Le “machiavelisme” de ceux qui agissent dans cette fresque esquissée par Marcu n'est pas encore une “raison d'Etat”, car l'Etat est encore trop éloigné d'eux. Mais le constat de ce terrible jeu de ruse et de perfidie, d'illusion et d'intrigue, de roublardise stupide et d'avidité intense mais limitée, est le constat qui transforme Machiavel en penseur de l'Etat. Machiavel, en effet, pense l'Etat italien unifié, capable de re­pousser hors de ses frontières les barbares étrangers. En suivant cette logique, Marcu a tendance à su­restimer la personnalité de Machiavel, son importance en tant que diplomate ou qu'organisateur de la mi­lice de Florence.

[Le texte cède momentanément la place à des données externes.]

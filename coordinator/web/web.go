// Package web is the live status page of a coordinator: one HTML page with
// its script and styles (embedded) that polls a JSON API answered from the
// coordinator's state and its store.
//
//	GET /                               the page
//	GET /api/sweeps                     wire.StatusReply: every sweep and the live workers
//	GET /api/sweeps/{name}/status       SweepView: one sweep and the live workers
//	GET /api/sweeps/{name}/tables       table.Set: convergence tables and failures so far,
//	                                    the JSON of 'fvsweep table --format json', but that a
//	                                    grid still to come is running, queued or canceled
//	                                    rather than pending
//	GET /api/sweeps/{name}/tables.html  the same tables as an HTML fragment (table.WriteHTML)
//	GET /api/sweeps/{name}/progress     Progress: elapsed time, throughput, ETA, jobs running
//	GET /api/workers                    WorkersView: live workers, when each was last heard from,
//	                                    how busy over the last minute, what each runs
//
// The first two are what 'fvsweep status --json' prints.
package web

import (
	"bytes"
	"context"
	"crypto/subtle"
	"embed"
	"encoding/json"
	"errors"
	"fmt"
	"net"
	"net/http"
	"slices"
	"strings"
	"sync"
	"time"

	"github.com/hashicorp/go-hclog"

	"fvsweep/coordinator"
	"fvsweep/coordinator/internal/loopback"
	"fvsweep/store"
	"fvsweep/sweep/job"
	"fvsweep/sweep/spec"
	"fvsweep/sweep/table"
	"fvsweep/sweep/wire"
)

//go:embed index.html app.js style.css
var assets embed.FS

// TokenCookie is the cookie a ?token= request sets.
const TokenCookie = "fvsweep_token"

// Options configure the status page server.
type Options struct {
	// Addr is HOST:PORT to listen on; port 0 picks a free one.
	Addr string
	// Token, if set, must come with every request: as "Authorization:
	// Bearer TOKEN", or once as ?token=TOKEN on any address, which sets a
	// cookie and redirects to the address without it. Listening on
	// anything but a loopback address requires a token.
	Token string
	// Log receives the HTTP server's errors (nil: discard).
	Log hclog.Logger
}

// Server is a running status page server.
type Server struct {
	srv  *http.Server
	ln   net.Listener
	done chan error
}

// CheckAddr reports whether the status page may listen on addr
// (HOST:PORT) with token: any host but a loopback one needs a token.
func CheckAddr(addr, token string) error {
	host, _, err := net.SplitHostPort(addr)
	if err != nil {
		return fmt.Errorf("status page address %q: want HOST:PORT: %w", addr, err)
	}
	if !loopback.Host(host) && token == "" {
		return fmt.Errorf("status page on %s: an address other than loopback needs a token (--http-token or --token), or listen on 127.0.0.1", addr)
	}
	return nil
}

// Serve starts serving the status page of c on o.Addr (see CheckAddr).
func Serve(c *coordinator.Coordinator, o Options) (*Server, error) {
	if err := CheckAddr(o.Addr, o.Token); err != nil {
		return nil, err
	}
	ln, err := net.Listen("tcp", o.Addr)
	if err != nil {
		return nil, fmt.Errorf("status page: %w", err)
	}
	log := o.Log
	if log == nil {
		log = hclog.NewNullLogger()
	}
	w := &Server{ln: ln, done: make(chan error, 1), srv: &http.Server{
		Handler:           Handler(c, o.Token),
		ReadHeaderTimeout: 5 * time.Second,
		IdleTimeout:       time.Minute,
		ErrorLog:          log.StandardLogger(&hclog.StandardLoggerOptions{ForceLevel: hclog.Debug}),
	}}
	go func() {
		err := w.srv.Serve(ln)
		if errors.Is(err, http.ErrServerClosed) {
			err = nil
		}
		w.done <- err
	}()
	return w, nil
}

// URL is the page's address, http://HOST:PORT/.
func (w *Server) URL() string { return "http://" + w.ln.Addr().String() + "/" }

// Close stops the server, waiting up to 2 s for requests in progress.
func (w *Server) Close() error {
	ctx, cancel := context.WithTimeout(context.Background(), 2*time.Second)
	defer cancel()
	err := w.srv.Shutdown(ctx)
	if serr := <-w.done; err == nil {
		err = serr
	}
	return err
}

// SweepView is one sweep's status with the live workers: the answer of
// GET /api/sweeps/{name}/status and what 'status SWEEP --json' prints.
type SweepView struct {
	wire.SweepStatus
	Workers []wire.WorkerReport `json:"workers"`
}

// WorkerView is a live worker's last report and when it came, by the
// coordinator's clock.
type WorkerView struct {
	wire.WorkerReport
	LastSeen time.Time `json:"last_seen"`
	SeenAgoS float64   `json:"seen_ago_s"`
	// BusyRecent is the fraction of its slot-time busy over the last
	// minute of its reports (Busy is since it started, finished jobs only).
	BusyRecent float64 `json:"busy_recent"`
	// Jobs are its running jobs with their case, group and grid.
	Jobs []RunningView `json:"jobs"`
}

// WorkersView is GET /api/workers; Now is the coordinator's clock, against
// which a job's Since gives how long it has run.
type WorkersView struct {
	Now     time.Time    `json:"now"`
	Workers []WorkerView `json:"workers"`
}

// webHandler serves the page and the API.
type webHandler struct {
	c     *coordinator.Coordinator
	token string
	mux   *http.ServeMux

	live *tracker

	mu       sync.Mutex // serialises table builds
	tables   map[string]builtTables
	settings map[string][]job.StudySettings // of sweeps whose record lacks them, parsed once
}

// builtTables is a sweep's tables as JSON (table.Set) and as an HTML
// fragment, built at store generation gen in took.
type builtTables struct {
	gen  uint64
	at   time.Time
	took time.Duration
	set  table.Set
	run  string // the running jobs and cancel mark the statuses show
	json []byte
	html []byte
	etag string
}

// send answers the tables (as HTML if html), or 304 Not Modified to a
// client that has them (If-None-Match), which spares a large sweep's tables
// every poll.
func (b builtTables) send(w http.ResponseWriter, r *http.Request, html bool) {
	w.Header().Set("ETag", b.etag)
	if r.Header.Get("If-None-Match") == b.etag {
		w.WriteHeader(http.StatusNotModified)
		return
	}
	if html {
		w.Header().Set("Content-Type", "text/html; charset=utf-8")
		w.Write(b.html)
		return
	}
	writeJSON(w, b.json, nil)
}

// Handler returns the status page and its API. With token "" it answers
// only requests addressed to a loopback name (Host localhost, 127.0.0.1 or
// [::1]), so that a page of another site cannot reach it through a DNS
// name rebound to 127.0.0.1; otherwise every request must carry the token
// (see WebOptions.Token).
func Handler(c *coordinator.Coordinator, token string) http.Handler {
	h := &webHandler{c: c, token: token, mux: http.NewServeMux(), tables: map[string]builtTables{},
		settings: map[string][]job.StudySettings{}, live: newTracker()}
	h.mux.Handle("GET /", http.FileServerFS(assets))
	h.mux.HandleFunc("GET /api/sweeps", h.sweeps)
	h.mux.HandleFunc("GET /api/sweeps/{name}/status", h.sweepStatus)
	h.mux.HandleFunc("GET /api/sweeps/{name}/tables", h.sweepTables)
	h.mux.HandleFunc("GET /api/sweeps/{name}/tables.html", h.sweepTables)
	h.mux.HandleFunc("GET /api/sweeps/{name}/progress", h.sweepProgress)
	h.mux.HandleFunc("GET /api/workers", h.workers)
	return h
}

func (h *webHandler) ServeHTTP(w http.ResponseWriter, r *http.Request) {
	hd := w.Header()
	hd.Set("Content-Security-Policy", "default-src 'self'; img-src 'self' data:; frame-ancestors 'none'")
	hd.Set("X-Content-Type-Options", "nosniff")
	hd.Set("Referrer-Policy", "no-referrer")
	hd.Set("Cache-Control", "no-store")
	if h.token == "" {
		host, _, err := net.SplitHostPort(r.Host)
		if err != nil {
			host = r.Host
		}
		if !loopback.Host(host) {
			http.Error(w, "this status page answers only on localhost, 127.0.0.1 or [::1]", http.StatusMisdirectedRequest)
			return
		}
		h.mux.ServeHTTP(w, r)
		return
	}
	if q := r.URL.Query(); q.Has("token") {
		if !h.tokenOK(q.Get("token")) {
			http.Error(w, "wrong token", http.StatusUnauthorized)
			return
		}
		http.SetCookie(w, &http.Cookie{Name: TokenCookie, Value: h.token, Path: "/",
			HttpOnly: true, SameSite: http.SameSiteStrictMode, Secure: r.TLS != nil})
		q.Del("token")
		u := *r.URL
		u.RawQuery = q.Encode()
		http.Redirect(w, r, u.RequestURI(), http.StatusSeeOther)
		return
	}
	if !h.authorized(r) {
		hd.Set("WWW-Authenticate", `Bearer realm="fvsweep"`)
		http.Error(w, "unauthorized: send Authorization: Bearer TOKEN, or open the page once with ?token=TOKEN", http.StatusUnauthorized)
		return
	}
	h.mux.ServeHTTP(w, r)
}

func (h *webHandler) tokenOK(s string) bool {
	return s != "" && subtle.ConstantTimeCompare([]byte(s), []byte(h.token)) == 1
}

// authorized reports whether r carries the token as a bearer token or in
// the cookie.
func (h *webHandler) authorized(r *http.Request) bool {
	if a, ok := strings.CutPrefix(r.Header.Get("Authorization"), "Bearer "); ok {
		return h.tokenOK(strings.TrimSpace(a))
	}
	ck, err := r.Cookie(TokenCookie)
	return err == nil && h.tokenOK(ck.Value)
}

// writeJSON answers v, or err as {"error": ...} with 404 for an unknown
// sweep and 500 otherwise.
func writeJSON(w http.ResponseWriter, v any, err error) {
	w.Header().Set("Content-Type", "application/json")
	if err != nil {
		code := http.StatusInternalServerError
		if errors.Is(err, store.ErrNotFound) {
			code = http.StatusNotFound
		}
		w.WriteHeader(code)
		json.NewEncoder(w).Encode(map[string]string{"error": err.Error()})
		return
	}
	if b, ok := v.([]byte); ok {
		w.Write(b)
		return
	}
	json.NewEncoder(w).Encode(v)
}

func (h *webHandler) sweeps(w http.ResponseWriter, r *http.Request) {
	st, err := h.c.Status("")
	if st == nil {
		st = []wire.SweepStatus{}
	}
	writeJSON(w, wire.StatusReply{Sweeps: st, Workers: h.c.Workers()}, err)
}

func (h *webHandler) sweepStatus(w http.ResponseWriter, r *http.Request) {
	st, err := h.c.Status(r.PathValue("name"))
	if err != nil {
		writeJSON(w, nil, err)
		return
	}
	writeJSON(w, SweepView{SweepStatus: st[0], Workers: h.c.Workers()}, nil)
}

func (h *webHandler) workers(w http.ResponseWriter, r *http.Request) {
	now := time.Now()
	live := h.c.Workers()
	seen := h.c.LastSeen()
	v := WorkersView{Now: now, Workers: make([]WorkerView, len(live))}
	totals := map[string]int{}
	if st, err := h.c.Status(""); err == nil {
		for _, s := range st {
			totals[s.Sweep] = s.JobsTotal
		}
	}
	for i, rep := range live {
		at := seen[rep.ID]
		h.live.mu.Lock()
		jobs := h.live.running(h.c.Store(), []wire.WorkerReport{rep}, totals, "", now)
		h.live.mu.Unlock()
		v.Workers[i] = WorkerView{WorkerReport: rep, LastSeen: at, SeenAgoS: now.Sub(at).Seconds(),
			BusyRecent: h.live.busyRecent(rep), Jobs: jobs}
	}
	writeJSON(w, v, nil)
}

func (h *webHandler) sweepProgress(w http.ResponseWriter, r *http.Request) {
	st, err := h.c.Status(r.PathValue("name"))
	if err != nil {
		writeJSON(w, nil, err)
		return
	}
	writeJSON(w, h.live.progress(h.c.Store(), st[0], h.c.Workers(), h.c.LastSeen(), time.Now()), nil)
}

// runMark names the jobs of sweep name running now and whether it is
// canceled: what the statuses of its tables' grids still to come show.
func (h *webHandler) runMark(name string) (map[string]bool, bool, string) {
	running := map[string]bool{}
	var ids []string
	for _, w := range h.c.Workers() {
		for _, c := range w.Current {
			if c.Sweep == name {
				running[c.JobID] = true
				ids = append(ids, c.JobID)
			}
		}
	}
	slices.Sort(ids)
	canceled := false
	if st, err := h.c.Status(name); err == nil {
		canceled = st[0].Canceled
	}
	return running, canceled, fmt.Sprint(canceled, ids)
}

// sweepTables answers the tables of a sweep, as JSON or (at tables.html)
// HTML, rebuilt when outcomes were stored since the last build, but not
// more often than once a second (or four times the last build's duration,
// for a large sweep). The ETag names the build.
func (h *webHandler) sweepTables(w http.ResponseWriter, r *http.Request) {
	name := r.PathValue("name")
	html := strings.HasSuffix(r.URL.Path, ".html")
	h.mu.Lock()
	defer h.mu.Unlock()
	gen := h.c.Generation()
	now := time.Now()
	running, canceled, mark := h.runMark(name)
	b, ok := h.tables[name]
	fresh := ok && (b.gen == gen || now.Sub(b.at) < max(time.Second, 4*b.took))
	if fresh && b.run == mark {
		b.send(w, r, html)
		return
	}
	set := b.set
	if !fresh {
		var err error
		if set, err = h.build(name); err != nil {
			writeJSON(w, nil, err)
			return
		}
		b = builtTables{gen: gen, at: now, set: set}
	}
	b.run = mark
	set = refined(set, running, canceled)
	body, err := json.Marshal(set)
	if err != nil {
		writeJSON(w, nil, err)
		return
	}
	var frag bytes.Buffer
	if err := table.WriteHTML(&frag, set.Studies); err != nil {
		writeJSON(w, nil, err)
		return
	}
	if !fresh {
		b.took = time.Since(now)
	}
	b.json, b.html, b.etag = body, frag.Bytes(), fmt.Sprintf(`"%d-%d"`, b.gen, time.Now().UnixNano())
	h.tables[name] = b
	b.send(w, r, html)
}

// build builds the convergence tables of sweep name from the store as they
// stand: table.Build over its jobs and stored outcomes with the study
// settings of its record (of its spec, parsed once, for a record written
// before the store kept them).
func (h *webHandler) build(name string) (table.Set, error) {
	db := h.c.Store()
	set := table.Set{Sweep: name}
	rec, err := db.Sweep(name)
	if err != nil {
		return set, err
	}
	settings := rec.Studies
	if settings == nil {
		s, ok := h.settings[name]
		if !ok {
			s = spec.StoredSettings(rec.SpecFile, rec.Spec)
			h.settings[name] = s
		}
		settings = s
	}
	jobs, err := db.Jobs(name)
	if err != nil {
		return set, err
	}
	outs, err := db.Outcomes(name)
	if err != nil {
		return set, err
	}
	set.Studies, set.Failures, err = table.Build(settings, jobs, outs, table.Options{})
	if err != nil {
		return set, fmt.Errorf("tables of %s: %w", name, err)
	}
	return set, nil
}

Ce qui agace le lecteur, c'est que Marcu, dans son livre, ne cesse d'éviter les dates: quand, par exemple, ont eu lieu les affrontements militaires entre Florence et Pise? Quand Machiavel a-t-il rencontré à Bozen/Bolzano l'Empereur Maximilien? Le livre de Marcu n'est pas un livre d'histoire ou d'historiographie mais un gigantesque gobelin multicolore, sur lequel semblent s'agiter de nombreuses figures actives, agissantes, qui se trompent et se mentent mutuellement. La trame s'y perd dans une sorte de pointillisme. Un observateur de l'époque l'aurait peut-être aussi perçue de cette façon. D'une époque mouvementée, il nous reste effectivement toujours l'impression d'un mouvement incessant, d'une énergie inépuisable, d'une absence totale de scrupules, d'une fébrilité et d'une avidité chez des individus qui s'accrochent dé­sespérément aux basques du manteau de Dame Fortune. Chez ces hommes, in imo pectore, une lutte fait rage et elle trouve son terrain de concrétisation dans le “monde extérieur”. Ce gobelin n'est peut-être pas toute la renaissance, dont la seule réalité est ici l'individu, et l'ombre apaisante de Jacob Burckhard pourra tomber aussi souvent qu'elle le veut sur ce livre, dont l'auteur surestime le sens du réel chez ses héros et oublie que l'œuvre de Machiavel contient une forte dose d'esthétisme et de style; Guichardin (Guicciardini) est supérieur quand il s'agit de procéder à une analyse concrète de la situation. Cela, il faut le savoir. Mais la réalité est là quand l'impressionant talent de Marcu s'exprime dans des phrases souvent bien balancées: “Tout pouvoir juste doit avoir la possibilité de se laver les mains en toute innocence”. Ou: “Comme Piero Medici n'existait plus, on n'avait plus besoin de son ami Savonarole”. Ou encore: “La ré­volte de Pise est la révolte imprévue d'un musée, où le souvenir s'est mué en volonté et en action”. Ou: “Cette politique, qui pourrait servir de paradigme de fausseté et de duplicité, n'est que la preuve d'une grande faiblesse”. Enfin: “Toute société qui perd la volonté de tuer avec légèreté de cœur, doit, indépen­damment de la fausseté ou de la justesse de la politique qu'elle mène, tomber en décadence. Les formes sophistiquées de production, l'intensité des communications en économie, le raffinement des arts, de la philosophie et de la poésie, si elles contribuent à faire disparaître les vertus barbares au lieu de les atti­ser, privent la communauté de toute base territoriale”.

De telles visions, de tels constats aussi laconiques, fourmillent dans le livre de Marcu. Ils composent en bout de course un florilège machiavelien original: celui d'un écrivain qui a perdu toutes ses illusions, mais dont le miroir, comme celui de son modèle florentin, jettent trop souvent d'aveuglants reflets. Mais mieux vaut trop d'éclat que pas d'éclat.

 

Günter MASCHKE.

Valeriu MARCU, Machiavelli. Die Schule der Macht, Matthes & Seitz, München, 1994, 380 S., DM 46, ISBN 3-88221-795-2.